Oh, it would be wonderful if it were female, as I don't want any males. (All my other livebearers are female) and don't want to take it back, as I'm already attached. I don't mind if she's pregnant. I already have 6 molly fry right now, and they are no trouble. Yes, I hadn't heard of Balloon platies either, but that's what they claimed they are. This platy is much shorter bodied than my other platies, and the abdomen is rounder. Is there such a thing as balloon platy, or maybe she's a cross between a balloon molly and a platy?


----------



## skiffia 1 (Oct 3, 2012)

it's a balloon platy / male


----------



## coralbandit (Jul 29, 2012)

If it's the red one definately male.Often there are what is called late males as they hide their sex when younger to prtect themselves from the "alpha" male who show themselves first and usaully larger.Very common in swordtails and platy.Definately maleIf it's the red one.


----------



## susankat (Nov 15, 2008)

Its hard to tell as it looks like it can either be poo or gonapodium (sp)


----------



## seaecho (Jan 31, 2012)

Yep, its the red one. Wasn't poo, so its a male. I was afraid of this. DARN! I was hoping that wouldn't be the case, but his anal fin is nothing like my females' anals. Definitely much more pointed, rather than rounded off, as you can see. So I guess I'll either have mollie crosses and more platies, or he goes back to the store.


----------



## skiffia 1 (Oct 3, 2012)

a molly and platy can't cross.
balloon fish are deformd fish created for sale as there is a demand for them.


----------



## GreenyFunkyMonkey (Nov 27, 2012)

I agree with those who said it is a male. That long stiff thing pointing back from near its anal fin is his boy part. The females lack that. I have a few in my aquarium. I had a few females that that the guys would beat up and stress them out until they died. Finally, I just had to remove the females and go with all male.


----------



## coralbandit (Jul 29, 2012)

platy won't cross with mollie(they will cross with swords{how many sword colors were achieved}.And certainly will breed with female platy about every 28 days.Send him back if you don't want fry and pick large female ,but still no gaurantee as they can take along time to show sometimes.Many of my would be female swords are "late bloomers". Many originally thought these fish changed sex before they realised the effect of "alpha male".Theramones and hormones released in water cause less dominant males to "hide themselves" as male to male aggresion can be brutal.


----------



## seaecho (Jan 31, 2012)

I was SURE I read that platies and mollies can cross!

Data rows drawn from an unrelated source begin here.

"""The command line: ``intrados check``, ``hand`` and ``demo``."""

from __future__ import annotations

import argparse
import io
import os
import sys
from collections.abc import Iterator, Sequence
from contextlib import contextmanager, nullcontext
from pathlib import Path
from typing import TYPE_CHECKING, TextIO

from intrados.compare.demo import demo_names, demo_text, demo_title
from intrados.compare.job import Job, parse_job, read_job
from intrados.compare.mistake import JobMistakes

if TYPE_CHECKING:
    from intrados.compare.results import Results

RAN, NOT_HELD, WRONG, NOT_REACHED, STOPPED = 0, 1, 2, 3, 130
_DEMO = "demo:"


def main(arguments: Sequence[str] | None = None) -> int:
    """Run a command; returns the exit status (0 ran, 1 does not hold, 2 wrong input, 3 numerical target not met)."""
    for stream in (sys.stdout, sys.stderr):
        # A title or a path may hold a character that the terminal cannot show.
        if hasattr(stream, "reconfigure"):
            stream.reconfigure(errors="replace")
    options = _parser().parse_args(arguments)
    try:
        status: int = options.run(options)
    except JobMistakes as mistakes:
        print("\n".join(mistakes.lines), file=sys.stderr)
        return WRONG
    except KeyboardInterrupt:
        print("intrados: stopped; nothing was written", file=sys.stderr)
        return STOPPED
    return status


def _parser() -> argparse.ArgumentParser:
    parser = argparse.ArgumentParser(
        prog="intrados", description="Cross-check a curved-beam hand calculation against finite elements."
    )
    parser.add_argument("--version", action=_Version)
    commands = parser.add_subparsers(dest="command", required=True, metavar="COMMAND")
    check = commands.add_parser("check", help="hand theory, FE, comparison and figures of a job")
    check.add_argument("job", metavar="JOB", help="a job file, or demo:NAME")
    check.add_argument("--out", metavar="DIR", type=Path, help="folder for the results (default JOB-check)")
    check.add_argument("--json", action="store_true", help="print results.json and nothing else")
    check.add_argument("--no-figures", action="store_true", help="write no figures")
    check.add_argument(
        "--must-hold", action="store_true", help="exit 1 unless the theory holds at the governing station"
    )
    check.set_defaults(run=_check)
    hand = commands.add_parser("hand", help="hand theory only, printed; no mesh")
    hand.add_argument("job", metavar="JOB", help="a job file, or demo:NAME")
    hand.add_argument(
        "--ladder", action="store_true", help="also what thickness and section alone cost, without a mesh of the member"
    )
    hand.set_defaults(run=_hand)
    demo = commands.add_parser("demo", help="list the demo jobs, or write one to the current folder")
    demo.add_argument("name", metavar="NAME", nargs="?", help="the demo to write")
    demo.set_defaults(run=_demo)
    return parser


class _Version(argparse.Action):
    """Prints the version; it is looked up only when asked for."""

    def __init__(self, option_strings: Sequence[str], dest: str) -> None:
        super().__init__(option_strings, dest, nargs=0, help="print the version")

    def __call__(
        self,
        parser: argparse.ArgumentParser,
        namespace: argparse.Namespace,
        values: object,
        option_string: str | None = None,
    ) -> None:
        from importlib.metadata import version

        print(f"intrados {version('intrados')}")
        parser.exit(RAN)


def _read(argument: str) -> Job:
    if argument.startswith(_DEMO):
        return parse_job(demo_text(argument.removeprefix(_DEMO)).encode(), argument)
    return read_job(Path(argument))


def _check(options: argparse.Namespace) -> int:
    from intrados.compare.folder import FolderError, default_folder, require_usable
    from intrados.fem.mesher import MeshError

    job = _read(options.job)
    folder: Path = options.out or default_folder(options.job)
    try:
        require_usable(folder)
        results = _solve_and_write(job, folder, figures=not options.no_figures)
    except (FolderError, MeshError) as error:
        print(f"intrados: {error}", file=sys.stderr)
        return WRONG
    _print_check(results, folder, as_json=options.json)
    if results.missed:
        return NOT_REACHED
    held = all(case.governing is not None and case.governing.verdict == "holds" for case in results.cases)
    return NOT_HELD if options.must_hold and not held else RAN


def _solve_and_write(job: Job, folder: Path, figures: bool) -> Results:
    """The check, with a line of progress for a person at a terminal."""
    from rich.console import Console

    # Silent where standard error is not a terminal.
    console = Console(stderr=True)
    with console.status("meshing and solving") if console.is_terminal else nullcontext() as status:
        from intrados.compare.check import check
        from intrados.compare.folder import write_folder

        checked = check(job)
        if status is not None:
            status.update("drawing and writing")
        write_folder(folder, checked, figures)
    return checked.results


@contextmanager
def _output() -> Iterator[TextIO]:
    """Standard output; that its reader leaves early, as ``head`` does, is no error."""
    try:
        yield sys.stdout
        sys.stdout.flush()
    except BrokenPipeError:
        # What is still buffered must go somewhere when the interpreter ends.
        os.dup2(os.open(os.devnull, os.O_WRONLY), sys.stdout.fileno())


def _print_check(results: Results, folder: Path, as_json: bool) -> None:
    from intrados.compare.record import to_json
    from intrados.compare.table import check_table, show

    with _output() as stream:
        if as_json:
            # The bytes of the file, whatever the terminal's encoding.
            if isinstance(stream, io.TextIOWrapper):
                stream.reconfigure(encoding="utf-8", newline="\n")
            stream.write(to_json(results))
        else:
            show(check_table(results), stream)
            print(f"\nWritten to {folder}", file=stream)


def _hand(options: argparse.Namespace) -> int:
    from intrados.compare.hand import hand_rows, ladder_rows
    from intrados.compare.table import hand_table, ladder_table, show

    job = _read(options.job)
    with _output() as stream:
        for index, case in enumerate(job.cases):
            title = f"{job.title}, case {case.name}" if len(job.cases) > 1 else job.title
            if options.ladder:
                show(ladder_table(title, job.units, ladder_rows(job, index), job.agreement.band), stream)
            else:
                show(hand_table(title, job.units, hand_rows(job, index)), stream)
    return RAN


def _demo(options: argparse.Namespace) -> int:
    if options.name is None:
        with _output() as stream:
            for name in demo_names():
                print(f"{name:16} {demo_title(name)}", file=stream)
        return RAN
    text = demo_text(options.name)
    path = Path(f"{options.name}.toml")
    try:
        with path.open("x", encoding="utf-8", newline="\n") as file:
            file.write(text)
    except FileExistsError:
        print(f"intrados: {path} exists and is not replaced", file=sys.stderr)
        return WRONG
    except OSError as error:
        print(f"intrados: {path} cannot be written ({error.strerror})", file=sys.stderr)
        return WRONG
    print(f"Written to {path}")
    return RAN
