"""The tables of a job file as pydantic models: names, types and ranges of keys. What keys mean together is job.py's.

A key that belongs to something the program cannot do yet is not here, and so is refused like any unknown key.
"""

from __future__ import annotations

from typing import Annotated, Any, Literal

from pydantic import BaseModel, ConfigDict, Field, PlainValidator
from pydantic_core import PydanticCustomError

# Beyond these bounds a number is a slip of the keyboard, whatever the unit set.
_SMALLEST, _LARGEST = 1e-6, 1e7
_MOST_FORCE = 1e15

Length = Annotated[float, Field(ge=_SMALLEST, le=_LARGEST, allow_inf_nan=False)]
Distance = Annotated[float, Field(ge=0.0, le=_LARGEST, allow_inf_nan=False)]
Coordinate = Annotated[float, Field(ge=-_LARGEST, le=_LARGEST, allow_inf_nan=False)]
Force = Annotated[float, Field(ge=-_MOST_FORCE, le=_MOST_FORCE, allow_inf_nan=False)]
Stress = Annotated[float, Field(ge=1e-6, le=1e15, allow_inf_nan=False)]
Side = Literal["inner", "outer"]
# On one line, not blank, and nothing in it that a terminal would obey.
Name = Annotated[str, Field(min_length=1, max_length=60, pattern=r"^[^\x00-\x1f\x7f-\x9f]*\S[^\x00-\x1f\x7f-\x9f]*$")]
Vector = Annotated[list[Force], Field(min_length=2, max_length=2)]


class Table(BaseModel):
    """A table of the job: no unknown key, no number written as text or as a truth value."""

    model_config = ConfigDict(strict=True, extra="forbid", frozen=True, defer_build=True)


class Material(Table):
    """[material]"""

    E: Stress
    nu: Annotated[float, Field(ge=0.0, lt=0.5, allow_inf_nan=False)]
    yield_stress: Annotated[Stress | None, Field(alias="yield")] = None


class Rectangle(Table):
    """shape = "rectangle" """

    shape: Literal["rectangle"]
    depth: Length
    width: Length


class Trapezoid(Table):
    """shape = "trapezoid" """

    shape: Literal["trapezoid"]
    depth: Length
    inner_width: Length
    outer_width: Length


class Triangle(Table):
    """shape = "triangle" """

    shape: Literal["triangle"]
    depth: Length
    width: Length
    base: Side


class Circle(Table):
    """shape = "circle" """

    shape: Literal["circle"]
    diameter: Length


class Ellipse(Table):
    """shape = "ellipse" """

    shape: Literal["ellipse"]
    depth: Length
    width: Length


class Tube(Table):
    """shape = "tube" """

    shape: Literal["tube"]
    diameter: Length
    bore: Length


class Tee(Table):
    """shape = "T" """

    shape: Literal["T"]
    depth: Length
    flange_width: Length
    flange_thickness: Length
    web_thickness: Length
    flange: Side


class ISection(Table):
    """shape = "I" """

    shape: Literal["I"]
    depth: Length
    web_thickness: Length
    inner_flange_width: Length
    inner_flange_thickness: Length
    outer_flange_width: Length
    outer_flange_thickness: Length


class Box(Table):
    """shape = "box" """

    shape: Literal["box"]
    depth: Length
    width: Length
    flange_thickness: Length
    web_thickness: Length


Row = Annotated[list[Distance], Field(min_length=2, max_length=2)]
Rows = Annotated[list[Row], Field(min_length=2, max_length=200)]


class Polygon(Table):
    """shape = "polygon" """

    shape: Literal["polygon"]
    points: Rows


class Widths(Table):
    """shape = "widths" """

    shape: Literal["widths"]
    table: Rows


SHAPES: dict[str, type[Table]] = {
    "rectangle": Rectangle,
    "trapezoid": Trapezoid,
    "triangle": Triangle,
    "circle": Circle,
    "ellipse": Ellipse,
    "tube": Tube,
    "T": Tee,
    "I": ISection,
    "box": Box,
    "polygon": Polygon,
    "widths": Widths,
}


class Member(Table):
    """[member] without its pieces, which are read one by one."""

    datum: Literal["inner", "centroid", "outer"]
    start: Annotated[list[Coordinate], Field(min_length=2, max_length=2)] = [0.0, 0.0]
    heading: Annotated[float, Field(ge=-3600.0, le=3600.0, allow_inf_nan=False)] = 0.0
    pieces: Annotated[list[Any], Field(min_length=1, max_length=200)]


def _section_names(value: object) -> str | list[str]:
    if isinstance(value, str):
        return value
    if isinstance(value, list) and len(value) == 2 and all(isinstance(name, str) for name in value):
        return value
    raise PydanticCustomError("section_names", "must be the name of a section, or a list of two to taper between")


# A piece names one section, or two that it tapers between.
SectionNames = Annotated[str | list[str], PlainValidator(_section_names)]


class StraightPiece(Table):
    """A piece with ``straight``."""

    straight: Length
    section: SectionNames


class ArcPiece(Table):
    """A piece with ``arc``."""

    arc: Length
    sweep: Annotated[float, Field(gt=-360.0, lt=360.0, allow_inf_nan=False)]
    section: SectionNames


class Ends(Table):
    """[ends]"""

    start: Literal["clamped", "free"]
    end: Literal["clamped", "free"]


class At(Table):
    """A place of the member: a piece, counted from 1, and an angle on an arc or a distance on a straight."""

    piece: Annotated[int, Field(ge=1)]
    angle: Distance | None = None
    distance: Distance | None = None


class EndLoad(Table):
    """A load with at = "start" or "end"."""

    name: Name
    at: Literal["start", "end"]
    force: Vector = [0.0, 0.0]
    moment: Force = 0.0


class PlacedLoad(Table):
    """What every load at a piece has."""

    name: Name
    at: At
    force: Vector = [0.0, 0.0]


class PatchLoad(Table):
    """A load on a face with enters = "patch"."""

    name: Name
    at: At
    face: Side
    force: Vector
    enters: Literal["patch"]
    width: Length


class BearingLoad(Table):
    """A load on a face with enters = "bearing"."""

    name: Name
    at: At
    face: Side
    force: Vector
    enters: Literal["bearing"]
    pin_diameter: Length


class BodyLoad(Table):
    """A load with face = "centroid"."""

    name: Name
    at: At
    face: Literal["centroid"]
    force: Vector = [0.0, 0.0]
    moment: Force = 0.0
    enters: Literal["patch"]
    width: Length


class Case(Table):
    """[[case]]"""

    name: Name
    factors: dict[str, Annotated[float, Field(ge=-1e6, le=1e6, allow_inf_nan=False)]]


class Stations(Table):
    """[stations] without the named ones, which are read one by one."""

    every: Annotated[float, Field(ge=0.5, le=180.0, allow_inf_nan=False)] = 15.0
    named: Annotated[list[Any], Field(max_length=200)] = []


class NamedStation(At):
    """One of stations.named."""

    name: Name


class Theory(Table):
    """[theory]"""

    flanges: Literal["full", "effective"] = "full"


class Agreement(Table):
    """[agreement]"""

    band: Annotated[float, Field(gt=0.0, le=1.0, allow_inf_nan=False)] = 0.05
    numerical: Annotated[float, Field(ge=1e-6, le=0.1, allow_inf_nan=False)] = 0.002
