def _usable(rows: Sequence[LadderRow], band: float) -> str:
    """Whether the section and its curvature alone leave the theory within the band."""
    off = [(abs(row.difference), row) for row in rows if row.difference is not None]
    if not off:
        return "No station carries a stress."
    largest, row = max(off, key=lambda item: item[0])
    where = f"{row.station}, {row.fibre} fibre: {100.0 * largest:.1f} %"
    beyond = sum(share > band for share, _ in off)
    if not beyond:
        return (
            f"Thickness and section leave the hand theory within the band of {100.0 * band:g} % at every station "
            f"(most at {where}). Loads, supports and joints are not looked at here: run check."
        )
    return (
        f"Thickness and section alone put the hand theory beyond the band of {100.0 * band:g} % on {beyond} of "
        f"{len(off)} loaded fibres (most at {where})."
    )


def _heading(text: str) -> Text:
    return Text(text, style="bold")


def _items(sentences: Iterable[str]) -> list[RenderableType]:
    """Sentences with a hanging indent."""
    grid = Table.grid(padding=(0, 1))
    grid.add_column(width=3, justify="right")
    grid.add_column(overflow="fold")
    for sentence in sentences:
        grid.add_row("-", Text(sentence))
    return [grid]


def _table(*headers: str) -> Table:
    """An empty table: the first column takes what is left and folds, the others keep their numbers whole."""
    table = Table(box=_RULED, padding=(0, 1, 0, 0), pad_edge=False, show_edge=False, header_style="bold")
    for index, header in enumerate(headers):
        left = index == 0 or header in {"fibre", "verdict"}
        table.add_column(
            header, justify="left" if left else "right", no_wrap=index > 0, overflow="fold", vertical="top"
        )
    return table


def _moment(units: Units) -> str:
    return f"{units.force} {units.length}"


def _ratio(above: str, ratio: float | None) -> str:
    """A value over R/h, or the word for a straight, which has neither."""
    return "straight\n" if ratio is None else f"{above}\n{ratio:.4g}"


def _conclusions(results: Results) -> list[str]:
    sentences = []
    for case in results.cases:
        where = f"Case {case.name}: " if case.name else ""
        if case.governing is None:
            sentences.append(
                f"{where}no station can be compared: each lies under a load or within one depth of a clamped end."
            )
            continue
        sentences.append(where + case.governing.why)
        if case.governing.utilisation is not None and results.yield_stress is not None:
            sentences.append(
                f"{where}Utilisation there {case.governing.utilisation:.3f} "
                f"of yield {results.yield_stress:g} {results.units.stress}."
            )
    return sentences


def _case(results: Results, case: CaseResult) -> list[RenderableType]:
    name = f"Stations, case {case.name}" if case.name else "Stations"
    legend = (
        "R: centroid radius (none on a straight); h: depth; d: distance to the nearest load; "
        "best: FE plus what the third dimension adds; U: its uncertainty, rounded up; diff: (hand - best) over |best|, "
        f"or over a tenth of the station's larger stress; holds: within {100 * results.band:g} % plus U. "
        "Zone: the theory holds, or what the difference is mostly made of. "
        "N > 0 tension, M > 0 straightens; stress > 0 tension."
    )
    parts: list[RenderableType] = [_heading(name), _stations(results.units, case), Text(legend, style="dim")]
    parts += [
        Text(),
        _heading("Difference budget: hand + thick + width + introduction = best"),
        _budgets(results.units, case),
    ]
    parts += [Text(_BUDGET_LEGEND, style="dim")]
    if case.peak is not None:
        parts += [Text(), *_items([_peak(results.units, case.peak)])]
    if case.displacements:
        parts += [Text(), _heading("Displacements, FE beside strain energy"), _displacements(results.units, case)]
    return parts


def _stations(units: Units, case: CaseResult) -> Table:
    stations = case.stations
    force = common_scale(value for station in stations for value in (station.N, station.V))
    moment = common_scale(station.M for station in stations)
    stress = common_scale(
        value for station in stations for f in (station.inner, station.outer) for value in (f.hand, f.best)
    )
    unit = stress.unit(units.stress)
    table = _table(
        "station\n zone",
        "R/h\nd/h",
        f"N [{force.unit(units.force)}]\nV [{force.unit(units.force)}]",
        f"M\n[{moment.unit(_moment(units))}]",
        "fibre",
        f"hand\n[{unit}]",
        f"best\n[{unit}]",
        f"±U\n[{unit}]",
        "diff\n[%]",
        "verdict",
    )
    for station in stations:
        fibres = (station.inner, station.outer)
        written = [_fibre(stress, fibre) for fibre in fibres]
        distance = station.distance_to_load
        table.add_row(
            Text(f"{station.name}\n {station.zone or '-'}"),
            ("-" if station.curvature_ratio is None else f"{station.curvature_ratio:.4g}")
            + ("\n-" if distance is None else f"\n{distance:.2f}"),
            f"{force.text(station.N)}\n{force.text(station.V)}",
            moment.text(station.M),
            "inner\nouter",
            *("\n".join(column) for column in zip(*written, strict=True)),
            Text("\n").join(_verdict(fibre) for fibre in fibres),
        )
    return table


def _fibre(stress: Scale, fibre: Fibre) -> tuple[str, str, str, str]:
    """Hand, best, uncertainty and difference; the first three with the same decimals."""
    decimals = stress.decimals(fibre.hand, fibre.best)
    return (
        stress.text(fibre.hand, decimals),
        stress.text(fibre.best, decimals),
        stress.bound(fibre.uncertainty, decimals),
        percent(fibre.difference),
    )


def _budgets(units: Units, case: CaseResult) -> Table:
    """The terms from the hand value to the best estimate, with radial and transverse stress; both fibres a station."""
    stations = case.stations
    fibres = [fibre for station in stations for fibre in (station.inner, station.outer)]
    stress = common_scale(value for fibre in fibres for value in (fibre.hand, fibre.fe, fibre.best))
    unit = stress.unit(units.stress)
    heads = ("hand", "thick", "width", "introd.", "best", "FE", "radial", "across")
    table = _table("station", "fibre", *(f"{head}\n[{unit}]" for head in heads), "width\nat")
    for station in stations:
        pair = (station.inner, station.outer)
        decimals = max(stress.decimals(max(abs(fibre.best), abs(fibre.hand))) for fibre in pair)
        columns = [
            [
                stress.text(value, decimals)
                for value in (
                    fibre.hand,
                    fibre.budget.thick,
                    fibre.budget.width,
                    fibre.budget.introduction,
                    fibre.best,
                    fibre.fe,
                )
            ]
            for fibre in pair
        ]
        radial = "-" if station.radial is None else stress.text(station.radial.ideal, decimals)
        across = station.transverse
        table.add_row(
            Text(station.name),
            "inner\nouter",
            *("\n".join(column) for column in zip(*columns, strict=True)),
            radial,
            "-" if across is None else f"{stress.text(across.inner, decimals)}\n{stress.text(across.outer, decimals)}",
            "\n".join(fibre.place or "-" for fibre in pair),
        )
    return table


def _verdict(fibre: Fibre) -> Text:
    return Text(fibre.verdict, style=_STYLES.get(fibre.verdict, "dim"))


def _peak(units: Units, peak: Peak) -> str:
    stress = common_scale([peak.stress, peak.hand])
    decimals = stress.decimals(peak.stress, peak.hand)
    power, unit = stress.exponent, units.stress
    return (
        f"Largest FE fibre stress away from loads and supports: {stress.text(peak.stress, decimals)}{power} "
        f"± {stress.bound(peak.uncertainty, decimals)}{power} {unit}, {peak.fibre} fibre, piece {peak.piece} "
        f"at {place(units, peak)} (s = {common_scale([peak.s]).quantity(peak.s, units.length)}); "
        f"hand theory there {stress.text(peak.hand, decimals)}{power} {unit}."
    )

Maybe I'm not remembering it correctly. But I DO have platies in that tank, and I'm afraid he'll give them a hard time. I don't want him beating them up or killing them. So the minute he causes trouble, he'll have to go back to trade for a female. I could deal with him getting them pregnant, but not with him harming them. Most of the fry probably would be food for the piggy mollies, anyway. I don't care if I get a pregnant female, as I can always take the babies in after they are old enough. Thanks, and next time I'll be more careful and REALLY look at them AGAIN after they are netted. I think sometimes these employees will net a fish after you've picked it out, and claim its the same one, when in fact it isn't. Out of laziness. This has happened to me more than once, because I could have SWORN what I picked out was a female!


----------



## Summer (Oct 3, 2011)

I dont think a sword will cross with a platy so many you'll be safe.


----------



## coralbandit (Jul 29, 2012)

OP doesn't have swords ;I was just sharing what would cross with platy since concern of mollie.Swords and platy will, have and do cross.Part of swordtail history.


----------



## rtmaston (Jul 14, 2012)

i would have to agree with the other ones it is a male.


----------